2. **Peak magnitude**: How strong was the signal? Larger = the model relies more on context to retrieve the fact.
3. **Context-patch vs mask-patch**: If context-patch is flat (near zero), the model stores facts directly at the prediction position, not via context tokens.
4. **Clean-minus-corrupt baseline** (`clean_minus_corrupt` in the results): If positive, clean context helps. If negative, the model's knowledge is robust enough that corruption doesn't hurt — a sign of strong factual entrenchment.
5. **Cross-model comparison**: If two models peak at the same layer but with different magnitudes, the one with the *smaller* peak may actually have *stronger* knowledge (less to restore because corruption matters less).
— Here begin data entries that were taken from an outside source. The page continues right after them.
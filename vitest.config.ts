/// <reference types="vitest/config" />
import { getViteConfig } from 'astro/config';

export default getViteConfig({
  test: {
    include: ['tests/**/*.test.{ts,tsx}'],
    exclude: ['tests/e2e/**', 'tests/bench/**', 'node_modules/**'],
    pool: 'forks',
    maxWorkers: 2,
    testTimeout: 60_000,
    hookTimeout: 60_000,
    setupFiles: ['tests/setup/no-console-error.ts'],
    reporters: ['default', './tests/setup/closing-reporter.mjs'],
  },
});
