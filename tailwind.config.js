/** Tokens live in src/styles/tokens.css as custom properties, so that light and dark share one set of names. */
const px = (value) => `${value / 16}rem`;

export default {
  content: ['./src/**/*.{astro,ts,tsx}'],
  theme: {
    // The margin stands beside the plate from lg; below, under it.
    screens: { md: '768px', lg: '1100px', xl: '1440px' },
    colors: {
      transparent: 'transparent',
      current: 'currentColor',
      ground: 'var(--ground)',
      sheet: 'var(--sheet)',
      ink: 'var(--ink)',
      quiet: 'var(--quiet)',
      edge: 'var(--edge)',
      hair: 'var(--hair)',
      action: 'var(--action)',
      stop: 'var(--stop)',
      warning: 'var(--warning)',
      good: 'var(--good)',
      well: 'var(--well)',
      'on-well': 'var(--on-well)',
    },
    fontFamily: { sans: ['Manrope', 'sans-serif'] },
    fontWeight: { normal: '400', semibold: '600', bold: '700' },
    fontSize: {
      13: [px(13), '1.5'],
      15: [px(15), '1.5'],
      16: ['var(--body)', '1.5'],
      20: [px(20), '1.3'],
      25: [px(25), '1.2'],
      32: [px(32), '1.2'],
      44: [px(44), '1.2'],
    },
    borderRadius: { none: '0', DEFAULT: '2px', full: '9999px' },
    boxShadow: { none: 'none', raised: '0 6px 24px rgb(0 0 0 / 0.22)' },
    extend: {
      // Spacing keeps 4 px steps: 2 4 6 10 16 are the rhythm 8 16 24 40 64.
      maxWidth: { form: '34em', text: '66ch', page: '1248px' },
      width: { margin: '300px' },
      minHeight: { target: '44px' },
      minWidth: { target: '44px' },
      transitionDuration: { state: '120ms', sheet: '200ms' },
    },
  },
};
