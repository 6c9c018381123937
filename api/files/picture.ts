import sharp from 'sharp';
import { LIMITS } from '../../shared/contract/limits.js';
import { ApiError } from '../middleware/api-error.js';

export interface Picture {
  readonly jpeg: Buffer;
  readonly width: number;
  readonly height: number;
}

const READ = new Set(['jpeg', 'png', 'webp']);

// Pictures are decoded in threads of their own; one at a time is enough, and taps must not wait for them.
sharp.concurrency(1);
sharp.cache(false);

/**
 * Makes a picture of what was sent, whatever it claims to be: decoded, turned upright, no larger than `LIMITS.photoSide`
 * on its longest side, encoded anew. So nothing of what a camera writes beside the picture (place, device, moment) is
 * kept, and nothing that only looks like a picture is.
 *
 * @throws ApiError `photo-not-an-image`, `photo-too-large`
 */
export async function readPicture(sent: Buffer): Promise<Picture> {
  if (sent.byteLength > LIMITS.photoBytes) throw new ApiError('photo-too-large');
  const { format, width, height } = await sharp(sent, { limitInputPixels: false })
    .metadata()
    .catch(() => {
      throw new ApiError('photo-not-an-image');
    });
  if (!READ.has(format)) throw new ApiError('photo-not-an-image');
  if (width * height > LIMITS.photoPixels) throw new ApiError('photo-too-large');
  try {
    const { data, info } = await sharp(sent, { limitInputPixels: LIMITS.photoPixels, failOn: 'truncated' })
      .rotate()
      .resize({ width: LIMITS.photoSide, height: LIMITS.photoSide, fit: 'inside', withoutEnlargement: true })
      .flatten({ background: '#ffffff' })
      .jpeg({ quality: 80 })
      .toBuffer({ resolveWithObject: true });
    return { jpeg: data, width: info.width, height: info.height };
  } catch {
    throw new ApiError('photo-not-an-image');
  }
}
## DatasetSpec JSON schema
```json
{
"domain": "string (required)",
"description": "string (required)",
"models": [
{
"name": "string",
"huggingface_id": "string"
}
],
"facts": [
{
"clean_subject": "string",
"corrupt_subject": "string",
"template": "string with {} placeholder",
"target": "string",
"context_from": "string",
"context_to": "string"
}
],
"variants": [["prefix", "suffix"], ...],
"output_dir": "string (default: 'output')"
}
```
## Fact design guidelines
When generating facts for the user:
- The template MUST contain `{}` where the subject goes
- `clean_subject` should be the unambiguously correct answer
- `corrupt_subject` should be a plausible but wrong alternative from the same category
- `target` is the token the model predicts (usually same as `clean_subject`)
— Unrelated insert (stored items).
import { randomUUID } from 'node:crypto';
import {
  closeSync,
  copyFileSync,
  existsSync,
  fsyncSync,
  mkdirSync,
  openSync,
  readdirSync,
  renameSync,
} from 'node:fs';
import { rm, writeFile } from 'node:fs/promises';
import { join } from 'node:path';

/** A name of our own making, never one that was sent. */
const NAME = /^[0-9a-f-]{36}\.jpg$/;

/** Where photos lie in the data folder. Each is written once and never changed. */
export function photoFolder(dataDir: string): string {
  const folder = join(dataDir, 'photos');
  mkdirSync(folder, { recursive: true, mode: 0o750 });
  return folder;
}

/** Writes a picture under a new name, on the disk when it resolves; the name. */
export async function writePhoto(dataDir: string, picture: Buffer): Promise<string> {
  const name = `${randomUUID()}.jpg`;
  const file = join(photoFolder(dataDir), name);
  const part = `${file}.part`;
  try {
    await writeFile(part, picture, { mode: 0o640, flush: true });
    renameSync(part, file);
    flush(photoFolder(dataDir));
  } catch (error) {
    await rm(part, { force: true });
    throw error;
  }
  return name;
}

export async function dropPhoto(dataDir: string, name: string): Promise<void> {
  await rm(join(photoFolder(dataDir), name), { force: true });
}

/**
 * Copies the photos that the other folder lacks, and says how many. They never change, so all backups share one folder
 * of copies, and taking or putting back one costs only what is new.
 */
export function copyPhotos(from: string, to: string): number {
  if (!existsSync(from)) return 0;
  const there = new Set(existsSync(to) ? readdirSync(to) : []);
  const lacking = readdirSync(from).filter((name) => NAME.test(name) && !there.has(name));
  if (lacking.length === 0) return 0;
  mkdirSync(to, { recursive: true, mode: 0o750 });
  for (const name of lacking) {
    const part = join(to, `${name}.part`);
    copyFileSync(join(from, name), part);
    flush(part);
    renameSync(part, join(to, name));
  }
  flush(to);
  return lacking.length;
}

function flush(path: string): void {
  const handle = openSync(path, 'r');
  try {
    fsyncSync(handle);
  } finally {
    closeSync(handle);
  }
}
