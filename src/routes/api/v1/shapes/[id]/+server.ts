import { contractVersion, engineVersion } from '$lib/engine/version';
import { answer } from '$lib/server/http/answer';
import { noShape } from '$lib/server/http/compute/subject';
import { handled, onlyMethods } from '$lib/server/http/handled';
import { refused } from '$lib/server/http/refusal';
import { shapeById } from '$lib/server/queries/shapes';
import type { RequestHandler } from './$types';

export const GET: RequestHandler = (event) =>
	handled(event, async () => {
		const { id } = event.params;
		const shape = await shapeById(id);
		return shape
			? answer({ contract: contractVersion, engineVersion, ...shape })
			: refused(noShape(id));
	});
export const fallback = onlyMethods('GET');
- `context_from` is a word in the template that supports the correct answer
- `context_to` replaces it with something that shifts meaning but keeps the sentence grammatical
- Aim for 8–12 diverse facts per domain, covering different sub-topics
- Each fact should be testable as a fill-in-the-blank: "...is known as [MASK]..."
## Output files
After a run, the output directory will contain:
| File | Contents |
|------|----------|
| `dataset.json` | The generated prompt pairs |
| `run_config.json` | Models, domain, metadata |
| `trace_results.json` | Per-layer restoration scores |
| `fig1_mask_patch.png` | Mask-patch line chart |
| `fig2_context_patch.png` | Context-patch line chart |
| `fig3_flow.png` | Patching flow diagram |
| `fig4_heatmap.png` | Layer × model heatmap |
| `fig5_peaks.png` | Peak layer bar chart |
## Error handling
- If a model fails to load, `CausalTracer.__init__` will raise an exception. Catch it and report the HuggingFace ID to the user — they may need to `pip install` a specific tokenizer or use `trust_remote_code=True`.
- If the `[MASK]` token is not found, the tracer falls back to finding the subject token position. This works but is less precise for MLMs.
- Running on CPU is fine for base-size models (~120M params). For large models, suggest the user use a GPU.